Еще в бердинскую пору послал Пугачев под Екатеринбург к Белобородову атамана Голева. Да запьянствовал Голев, начал непорядки творить — Белобородов возьми и заарестуй его, даром что самим «императором» атаман прислан: заковал в цепи и отправил назад в пугачевский стан с соответствующей реляцией. По реляции правда всплыла, и осерчал Емельян, разжаловал Голева из атаманов. Яицкие за него заступаться не стали — не казак, из дворян — унтер, не их, мол, забота…
Но вот второй случай вышел… Отправили к Белобородову илецкого казака Шибаева. Ванька Шибаев и видом невзрачный, и нравом гадкий — хвастливый, задиристый, чуть что, кулаки в ход пускал, фардыбага. Но дружок Творогова. Коллегия назначила его к Белобородову с правами немалыми. Да занесся есаульчик сверх меры — грабил, бесчинствовал. Белобородов по жалобе жителей и его, как Голева, в кандалы заковал.
Тут уж распалились яицкие, особенно Творогов. Как? По «государеву» указу посланного казака схватить? А Бел’обородов как раз в это время, несмотря на указ, не явился на соединение в войско «его величества» в Белорецкий завод. И Шибаев в рапорте его оклеветал безмерно: «Отложиться он желает от вашего величества, не хочет служить по верности». Было отчего Пугачеву засомневаться. Когда Белобородов показался в их пределах, яицкие-то и скрутили его, обезоружили, привели к Пугачеву как изменника.
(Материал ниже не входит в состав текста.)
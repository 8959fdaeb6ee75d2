using SkiaSharp;

namespace SiloWatch.Review.Tests.Support;

/// <summary>Reads a rendered plot back as pixels (SkiaSharp), to check it shows something and where its marks are.</summary>
public sealed class PlotPixels : IDisposable
{
    private readonly SKBitmap _bitmap;

    public PlotPixels(byte[] png)
    {
        _bitmap = SKBitmap.Decode(png) ?? throw new InvalidDataException("not a decodable image");
    }

    public int Width => _bitmap.Width;

    public int Height => _bitmap.Height;

    public static PlotPixels FromDataUri(string src)
    {
        const string prefix = "data:image/png;base64,";
        if (!src.StartsWith(prefix, StringComparison.Ordinal))
        {
            throw new InvalidDataException($"not an embedded PNG: {src[..Math.Min(40, src.Length)]}");
        }

        return new PlotPixels(Convert.FromBase64String(src[prefix.Length..]));
    }

    /// <summary>How many distinct colours the image has (a blank image has one).</summary>
    public int DistinctColours()
    {
        var seen = new HashSet<uint>();
        for (var y = 0; y < Height; y += 2)
        {
            for (var x = 0; x < Width; x += 2)
            {
                seen.Add((uint)_bitmap.GetPixel(x, y));
            }
        }

        return seen.Count;
    }

    /// <summary>Share of pixels in a band of rows [fromRow, toRow) that are dark (text, lines): labels rendered with a font show up here.</summary>
    public double DarkShare(int fromRow, int toRow, int fromColumn = 0, int toColumn = int.MaxValue)
    {
        toColumn = Math.Min(toColumn, Width);
        long dark = 0, all = 0;
        for (var y = Math.Max(0, fromRow); y < Math.Min(toRow, Height); y++)
        {
            for (var x = Math.Max(0, fromColumn); x < toColumn; x++)
            {
                var c = _bitmap.GetPixel(x, y);
                all++;
                if (c.Red + c.Green + c.Blue < 200)
                {
                    dark++;
                }
            }
        }

        return all == 0 ? 0 : (double)dark / all;
    }

    /// <summary>Centroid of the pixels near a colour, or null when there are none.</summary>
    public (double X, double Y, int Count)? Centroid(byte r, byte g, byte b, int tolerance = 40)
    {
        double sx = 0, sy = 0;
        var n = 0;
        for (var y = 0; y < Height; y++)
        {
            for (var x = 0; x < Width; x++)
            {
                var c = _bitmap.GetPixel(x, y);
                if (Math.Abs(c.Red - r) <= tolerance && Math.Abs(c.Green - g) <= tolerance && Math.Abs(c.Blue - b) <= tolerance)
                {
                    sx += x;
                    sy += y;
                    n++;
                }
            }
        }

        return n == 0 ? null : (sx / n, sy / n, n);
    }

    /// <summary>
    /// The direction the ring pattern's arrow points: from the centre mark's centroid to the arrow's,
    /// in degrees clockwise from the top of the image (the plot puts the reference mark at the top).
    /// </summary>
    public double ArrowDirectionDeg()
    {
        var centre = Centroid(ReportPlots.CentreColor.R, ReportPlots.CentreColor.G, ReportPlots.CentreColor.B) ?? throw new InvalidDataException("no centre mark in the image");
        var arrow = Centroid(ReportPlots.DirectionColor.R, ReportPlots.DirectionColor.G, ReportPlots.DirectionColor.B) ?? throw new InvalidDataException("no direction arrow in the image");
        var deg = Math.Atan2(arrow.X - centre.X, centre.Y - arrow.Y) * 180 / Math.PI;
        return (deg + 360) % 360;
    }

    public static double AngleBetween(double a, double b)
    {
        var d = Math.Abs(((a - b) % 360 + 360) % 360);
        return Math.Min(d, 360 - d);
    }

    public void Dispose() => _bitmap.Dispose();
}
С хмурой настороженностью встретил Емельян горнозаводского атамана, ждал, какие он сочинит для себя оправдания. А Белобородов подошел не спеша, припадая на левую ногу — колченожил он малость, — и поклонился с почтением, однако без раболепства. Сказал просто:
— Как служу тебе, государь, спроси про то у любого из моего войска, а войско под свое начало прими хоть сей миг.
Посмотрел Емельян на спокойное лицо бородача, по годам ему равного, взгляд открытый, глаза голубые, чистые, достойно стоит, как человек, за себя безбоязненный, в правде уверенный, в деле твердый. А дело и спор решает!